▶ _Your goal_
A complete, word-for-word restatement of the entries is needed.

▶ _Task input_

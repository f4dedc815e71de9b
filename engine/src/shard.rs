//! Shards: splitting a campaign of trials or realizations across machines. Shard I of N takes a
//! contiguous block of the global indices, so shards merge back in order; together with
//! generators seeded by (seed, index) alone (`rng.rs`), merged shards equal the unsharded run.

use crate::error::{Error, Result};
use serde::{Deserialize, Serialize};
use std::ops::Range;

/// Most shards a campaign may be split into.
pub const MAX_SHARDS: u64 = 1_000_000;

/// Shard `index` (1-based) of `count`.
#[derive(Clone, Copy, Debug, PartialEq, Eq, Serialize, Deserialize)]
pub struct Shard {
    pub index: u64,
    pub count: u64,
}

impl Shard {
    /// The whole campaign in one shard.
    pub const ALL: Shard = Shard { index: 1, count: 1 };

    /// Parse `I/N` with 1 <= I <= N.
    pub fn parse(text: &str) -> Result<Shard> {
        let bad = || {
            Error::setting(
                "shard",
                format!("expected I/N with 1 <= I <= N, got {text:?}"),
            )
        };
        let (i, n) = text.split_once('/').ok_or_else(bad)?;
        let index: u64 = i.trim().parse().map_err(|_| bad())?;
        let count: u64 = n.trim().parse().map_err(|_| bad())?;
        if index == 0 || count == 0 || index > count {
            return Err(bad());
        }
        if count > MAX_SHARDS {
            return Err(Error::setting(
                "shard",
                format!("at most {MAX_SHARDS} shards, got {count}"),
            ));
        }
        Ok(Shard { index, count })
    }

    /// Check a shard read back from a file against its campaign of `total` trials or
    /// realizations: 1 <= I <= N <= min(total, MAX_SHARDS). The message gives the allowed range.
    pub fn check(&self, total: u64) -> std::result::Result<(), String> {
        let max = total.clamp(1, MAX_SHARDS);
        if self.count == 0 || self.count > max {
            return Err(format!(
                "shard count {} is outside 1..={max} (at most one shard per trial, at most {MAX_SHARDS})",
                self.count
            ));
        }
        if self.index == 0 || self.index > self.count {
            return Err(format!(
                "shard index {} is outside 1..={}",
                self.index, self.count
            ));
        }
        Ok(())
    }

    /// The global indices of this shard out of `total`: [floor((I-1) n / N), floor(I n / N)).
    pub fn range(&self, total: u64) -> Range<u64> {
        let lo = ((self.index - 1) as u128 * total as u128 / self.count as u128) as u64;
        let hi = (self.index as u128 * total as u128 / self.count as u128) as u64;
        lo..hi
    }
}

#[cfg(test)]
mod tests {
    use super::*;

    #[test]
    fn shards_tile_the_indices_in_order() {
        for total in [0u64, 1, 7, 8, 1000] {
            let mut next = 0;
            for i in 1..=3 {
                let r = Shard { index: i, count: 3 }.range(total);
                assert_eq!(r.start, next);
                next = r.end;
            }
            assert_eq!(next, total);
        }
        assert_eq!(Shard::parse("2/3").unwrap().range(8), 2..5);
        for bad in ["0/3", "4/3", "1", "a/b", "1/0"] {
            assert!(Shard::parse(bad).is_err(), "{bad}");
        }
    }
}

▶ _Solution for this problem_
repository f4dedc815e71de9b
filename engine/src/shard.rs
//! Shards: splitting a campaign of trials or realizations across machines. Shard I of N takes a
//! contiguous block of the global indices, so shards merge back in order; together with
//! generators seeded by (seed, index) alone (`rng.rs`), merged shards equal the unsharded run.

use crate::error::{Error, Result};
use serde::{Deserialize, Serialize};
use std::ops::Range;

/// Most shards a campaign may be split into.
pub const MAX_SHARDS: u64 = 1_000_000;

/// Shard `index` (1-based) of `count`.
#[derive(Clone, Copy, Debug, PartialEq, Eq, Serialize, Deserialize)]
pub struct Shard {
    pub index: u64,
    pub count: u64,
}

impl Shard {
    /// The whole campaign in one shard.
    pub const ALL: Shard = Shard { index: 1, count: 1 };

    /// Parse `I/N` with 1 <= I <= N.
    pub fn parse(text: &str) -> Result<Shard> {
        let bad = || {
            Error::setting(
                "shard",
                format!("expected I/N with 1 <= I <= N, got {text:?}"),
            )
        };
        let (i, n) = text.split_once('/').ok_or_else(bad)?;
        let index: u64 = i.trim().parse().map_err(|_| bad())?;
        let count: u64 = n.trim().parse().map_err(|_| bad())?;
        if index == 0 || count == 0 || index > count {
            return Err(bad());
        }
        if count > MAX_SHARDS {
            return Err(Error::setting(
                "shard",
                format!("at most {MAX_SHARDS} shards, got {count}"),
            ));
        }
        Ok(Shard { index, count })
    }

    /// Check a shard read back from a file against its campaign of `total` trials or
    /// realizations: 1 <= I <= N <= min(total, MAX_SHARDS). The message gives the allowed range.
    pub fn check(&self, total: u64) -> std::result::Result<(), String> {
        let max = total.clamp(1, MAX_SHARDS);
        if self.count == 0 || self.count > max {
            return Err(format!(
                "shard count {} is outside 1..={max} (at most one shard per trial, at most {MAX_SHARDS})",
                self.count
            ));
        }
        if self.index == 0 || self.index > self.count {
            return Err(format!(
                "shard index {} is outside 1..={}",
                self.index, self.count
            ));
        }
        Ok(())
    }

    /// The global indices of this shard out of `total`: [floor((I-1) n / N), floor(I n / N)).
    pub fn range(&self, total: u64) -> Range<u64> {
        let lo = ((self.index - 1) as u128 * total as u128 / self.count as u128) as u64;
        let hi = (self.index as u128 * total as u128 / self.count as u128) as u64;
        lo..hi
    }
}

#[cfg(test)]
mod tests {
    use super::*;

    #[test]
    fn shards_tile_the_indices_in_order() {
        for total in [0u64, 1, 7, 8, 1000] {
            let mut next = 0;
            for i in 1..=3 {
                let r = Shard { index: i, count: 3 }.range(total);
                assert_eq!(r.start, next);
                next = r.end;
            }
            assert_eq!(next, total);
        }
        assert_eq!(Shard::parse("2/3").unwrap().range(8), 2..5);
        for bad in ["0/3", "4/3", "1", "a/b", "1/0"] {
            assert!(Shard::parse(bad).is_err(), "{bad}");
        }
    }
}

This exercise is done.